# WORK INSTRUCTIONS
Stop after the line containing "public string Root"; retype every line of the data before it exactly, starting from the first.

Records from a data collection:
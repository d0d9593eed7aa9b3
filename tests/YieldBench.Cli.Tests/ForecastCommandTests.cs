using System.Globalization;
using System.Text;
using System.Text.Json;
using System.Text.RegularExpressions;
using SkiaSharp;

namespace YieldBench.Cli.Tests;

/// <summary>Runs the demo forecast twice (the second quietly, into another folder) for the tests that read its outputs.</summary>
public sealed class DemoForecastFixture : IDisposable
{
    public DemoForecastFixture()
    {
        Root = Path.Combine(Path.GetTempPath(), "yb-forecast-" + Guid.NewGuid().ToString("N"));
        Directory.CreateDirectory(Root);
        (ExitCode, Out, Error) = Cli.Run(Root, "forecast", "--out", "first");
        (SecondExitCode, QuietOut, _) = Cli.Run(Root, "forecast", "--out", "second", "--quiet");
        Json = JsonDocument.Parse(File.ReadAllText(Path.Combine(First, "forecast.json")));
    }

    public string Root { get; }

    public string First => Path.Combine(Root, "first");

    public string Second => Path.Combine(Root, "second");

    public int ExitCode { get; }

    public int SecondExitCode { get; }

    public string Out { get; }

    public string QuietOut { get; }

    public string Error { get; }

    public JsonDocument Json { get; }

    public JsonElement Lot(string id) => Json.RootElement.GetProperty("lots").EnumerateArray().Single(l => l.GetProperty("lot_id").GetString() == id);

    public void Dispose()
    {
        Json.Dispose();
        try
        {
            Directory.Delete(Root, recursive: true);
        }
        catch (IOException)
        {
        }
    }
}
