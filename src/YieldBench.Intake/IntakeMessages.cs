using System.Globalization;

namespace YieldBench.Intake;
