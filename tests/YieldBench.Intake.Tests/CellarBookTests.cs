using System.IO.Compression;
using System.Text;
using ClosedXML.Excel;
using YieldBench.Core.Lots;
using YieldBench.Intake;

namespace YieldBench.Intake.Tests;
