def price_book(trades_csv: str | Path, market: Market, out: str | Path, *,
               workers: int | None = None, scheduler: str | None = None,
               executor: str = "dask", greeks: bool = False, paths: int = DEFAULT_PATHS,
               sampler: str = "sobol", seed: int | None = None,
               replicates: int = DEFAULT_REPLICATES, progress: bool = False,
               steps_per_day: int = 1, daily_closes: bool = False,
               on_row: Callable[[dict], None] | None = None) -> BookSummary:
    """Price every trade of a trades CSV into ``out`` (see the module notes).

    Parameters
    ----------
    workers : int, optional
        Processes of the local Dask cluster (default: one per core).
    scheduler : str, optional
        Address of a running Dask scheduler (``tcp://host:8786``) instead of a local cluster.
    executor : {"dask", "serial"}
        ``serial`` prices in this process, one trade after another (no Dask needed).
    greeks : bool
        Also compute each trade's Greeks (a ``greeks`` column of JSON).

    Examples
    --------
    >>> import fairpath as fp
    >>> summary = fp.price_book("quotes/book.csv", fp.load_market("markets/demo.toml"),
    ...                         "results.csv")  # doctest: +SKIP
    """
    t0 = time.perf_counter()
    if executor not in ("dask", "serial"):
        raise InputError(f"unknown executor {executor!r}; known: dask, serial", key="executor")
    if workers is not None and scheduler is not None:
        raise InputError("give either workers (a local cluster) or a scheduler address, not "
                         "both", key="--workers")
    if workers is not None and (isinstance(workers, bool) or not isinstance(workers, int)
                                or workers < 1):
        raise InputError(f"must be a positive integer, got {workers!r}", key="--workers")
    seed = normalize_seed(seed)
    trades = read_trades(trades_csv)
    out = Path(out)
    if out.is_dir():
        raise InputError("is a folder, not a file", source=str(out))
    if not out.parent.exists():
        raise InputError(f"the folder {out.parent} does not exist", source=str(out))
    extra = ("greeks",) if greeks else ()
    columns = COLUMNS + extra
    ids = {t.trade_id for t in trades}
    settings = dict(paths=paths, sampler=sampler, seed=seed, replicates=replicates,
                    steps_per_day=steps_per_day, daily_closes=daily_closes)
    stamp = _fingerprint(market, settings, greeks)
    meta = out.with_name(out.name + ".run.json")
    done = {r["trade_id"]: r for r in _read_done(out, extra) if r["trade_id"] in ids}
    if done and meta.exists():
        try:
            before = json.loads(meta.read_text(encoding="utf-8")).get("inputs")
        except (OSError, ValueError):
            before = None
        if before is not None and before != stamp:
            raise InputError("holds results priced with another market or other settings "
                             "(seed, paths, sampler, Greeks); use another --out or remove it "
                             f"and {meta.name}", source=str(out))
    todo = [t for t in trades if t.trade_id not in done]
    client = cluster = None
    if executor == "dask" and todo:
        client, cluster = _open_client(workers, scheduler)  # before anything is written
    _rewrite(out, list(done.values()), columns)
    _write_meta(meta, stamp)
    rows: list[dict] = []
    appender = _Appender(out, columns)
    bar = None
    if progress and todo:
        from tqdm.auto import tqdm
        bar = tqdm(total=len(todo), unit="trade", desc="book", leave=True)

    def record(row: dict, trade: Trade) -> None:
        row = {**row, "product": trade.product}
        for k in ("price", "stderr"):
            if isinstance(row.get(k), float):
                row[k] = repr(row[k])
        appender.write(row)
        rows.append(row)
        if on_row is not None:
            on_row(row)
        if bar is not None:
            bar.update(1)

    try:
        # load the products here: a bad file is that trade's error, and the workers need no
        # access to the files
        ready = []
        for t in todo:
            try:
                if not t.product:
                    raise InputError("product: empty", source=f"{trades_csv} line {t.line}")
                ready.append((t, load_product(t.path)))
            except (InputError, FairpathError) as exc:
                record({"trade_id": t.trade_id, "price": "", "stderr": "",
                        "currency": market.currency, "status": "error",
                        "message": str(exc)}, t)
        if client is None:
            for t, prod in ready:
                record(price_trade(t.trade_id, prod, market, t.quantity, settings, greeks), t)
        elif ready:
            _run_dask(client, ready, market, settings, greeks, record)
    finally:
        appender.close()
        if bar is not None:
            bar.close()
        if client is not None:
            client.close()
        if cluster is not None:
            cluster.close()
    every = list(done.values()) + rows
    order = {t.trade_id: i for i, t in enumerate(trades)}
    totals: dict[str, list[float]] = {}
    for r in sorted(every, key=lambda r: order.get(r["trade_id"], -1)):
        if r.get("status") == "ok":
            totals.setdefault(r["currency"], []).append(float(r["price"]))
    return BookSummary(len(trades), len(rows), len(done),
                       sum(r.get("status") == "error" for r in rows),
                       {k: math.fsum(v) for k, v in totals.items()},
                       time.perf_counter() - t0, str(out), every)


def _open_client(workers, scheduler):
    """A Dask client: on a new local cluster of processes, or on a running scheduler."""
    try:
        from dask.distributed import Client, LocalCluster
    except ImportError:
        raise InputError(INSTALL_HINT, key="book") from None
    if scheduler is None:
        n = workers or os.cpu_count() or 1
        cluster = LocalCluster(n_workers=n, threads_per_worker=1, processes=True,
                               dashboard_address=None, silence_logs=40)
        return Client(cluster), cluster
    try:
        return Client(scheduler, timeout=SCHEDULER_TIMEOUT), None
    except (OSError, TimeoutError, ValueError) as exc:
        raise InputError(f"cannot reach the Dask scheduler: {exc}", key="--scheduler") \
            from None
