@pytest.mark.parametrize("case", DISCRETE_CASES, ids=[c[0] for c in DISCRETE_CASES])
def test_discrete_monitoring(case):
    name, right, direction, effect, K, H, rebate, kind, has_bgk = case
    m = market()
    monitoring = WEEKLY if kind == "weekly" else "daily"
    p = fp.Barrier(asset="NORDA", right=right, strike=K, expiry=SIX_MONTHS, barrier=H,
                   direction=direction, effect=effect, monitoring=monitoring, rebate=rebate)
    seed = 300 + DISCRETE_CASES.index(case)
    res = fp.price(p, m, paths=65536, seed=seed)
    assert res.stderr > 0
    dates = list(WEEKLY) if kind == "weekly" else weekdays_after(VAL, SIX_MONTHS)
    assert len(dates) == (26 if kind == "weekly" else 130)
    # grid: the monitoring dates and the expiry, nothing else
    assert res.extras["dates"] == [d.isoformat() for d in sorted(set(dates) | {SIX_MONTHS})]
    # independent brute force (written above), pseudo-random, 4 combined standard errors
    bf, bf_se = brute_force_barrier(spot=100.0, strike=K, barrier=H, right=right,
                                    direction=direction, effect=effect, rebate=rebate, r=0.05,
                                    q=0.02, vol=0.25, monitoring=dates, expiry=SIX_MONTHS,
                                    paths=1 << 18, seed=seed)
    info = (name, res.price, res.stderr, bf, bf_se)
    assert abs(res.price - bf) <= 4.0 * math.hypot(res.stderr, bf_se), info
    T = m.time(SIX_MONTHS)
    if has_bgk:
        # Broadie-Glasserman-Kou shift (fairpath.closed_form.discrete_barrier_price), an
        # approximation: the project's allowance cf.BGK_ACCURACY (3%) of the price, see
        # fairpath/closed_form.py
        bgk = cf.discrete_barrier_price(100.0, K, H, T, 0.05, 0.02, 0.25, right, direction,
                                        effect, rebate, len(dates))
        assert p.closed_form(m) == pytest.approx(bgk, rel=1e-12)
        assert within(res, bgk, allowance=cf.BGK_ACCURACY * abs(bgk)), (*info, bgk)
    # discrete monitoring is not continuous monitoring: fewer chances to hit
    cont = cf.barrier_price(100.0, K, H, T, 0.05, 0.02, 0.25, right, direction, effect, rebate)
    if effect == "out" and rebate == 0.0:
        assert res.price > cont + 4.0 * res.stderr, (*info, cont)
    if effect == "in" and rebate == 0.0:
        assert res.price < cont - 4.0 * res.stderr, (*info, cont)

# SOLVED PROBLEM
repository d0d9593eed7aa9b3
filename tests/YieldBench.Cli.Tests/ForecastCommandTests.cs
using System.Globalization;
using System.Text;
using System.Text.Json;
using System.Text.RegularExpressions;
using SkiaSharp;

namespace YieldBench.Cli.Tests;

/// <summary>Runs the demo forecast twice (the second quietly, into another folder) for the tests that read its outputs.</summary>
public sealed class DemoForecastFixture : IDisposable
{
    public DemoForecastFixture()
    {
        Root = Path.Combine(Path.GetTempPath(), "yb-forecast-" + Guid.NewGuid().ToString("N"));
        Directory.CreateDirectory(Root);
        (ExitCode, Out, Error) = Cli.Run(Root, "forecast", "--out", "first");
        (SecondExitCode, QuietOut, _) = Cli.Run(Root, "forecast", "--out", "second", "--quiet");
        Json = JsonDocument.Parse(File.ReadAllText(Path.Combine(First, "forecast.json")));
    }

    public string Root { get; }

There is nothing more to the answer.